**EXERCISE DESCRIPTION:** Every entry must come back exactly as it was written.

● ● ● ●

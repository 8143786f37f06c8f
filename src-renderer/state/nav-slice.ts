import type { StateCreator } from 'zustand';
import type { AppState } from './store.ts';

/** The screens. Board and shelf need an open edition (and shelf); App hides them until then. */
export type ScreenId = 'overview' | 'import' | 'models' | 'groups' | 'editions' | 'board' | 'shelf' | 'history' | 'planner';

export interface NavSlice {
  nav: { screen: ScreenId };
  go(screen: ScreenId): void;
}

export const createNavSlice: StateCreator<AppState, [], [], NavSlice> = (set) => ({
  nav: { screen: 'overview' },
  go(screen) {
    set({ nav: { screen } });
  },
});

● ● ● ●

**SOLUTION:**
repository 8143786f37f06c8f
filename src-renderer/state/nav-slice.ts
import type { StateCreator } from 'zustand';
import type { AppState } from './store.ts';

/** The screens. Board and shelf need an open edition (and shelf); App hides them until then. */
export type ScreenId = 'overview' | 'import' | 'models' | 'groups' | 'editions' | 'board' | 'shelf' | 'history' | 'planner';

export interface NavSlice {
  nav: { screen: ScreenId };
  go(screen: ScreenId): void;
}

export const createNavSlice: StateCreator<AppState, [], [], NavSlice> = (set) => ({
  nav: { screen: 'overview' },
  go(screen) {
    set({ nav: { screen } });
  },
});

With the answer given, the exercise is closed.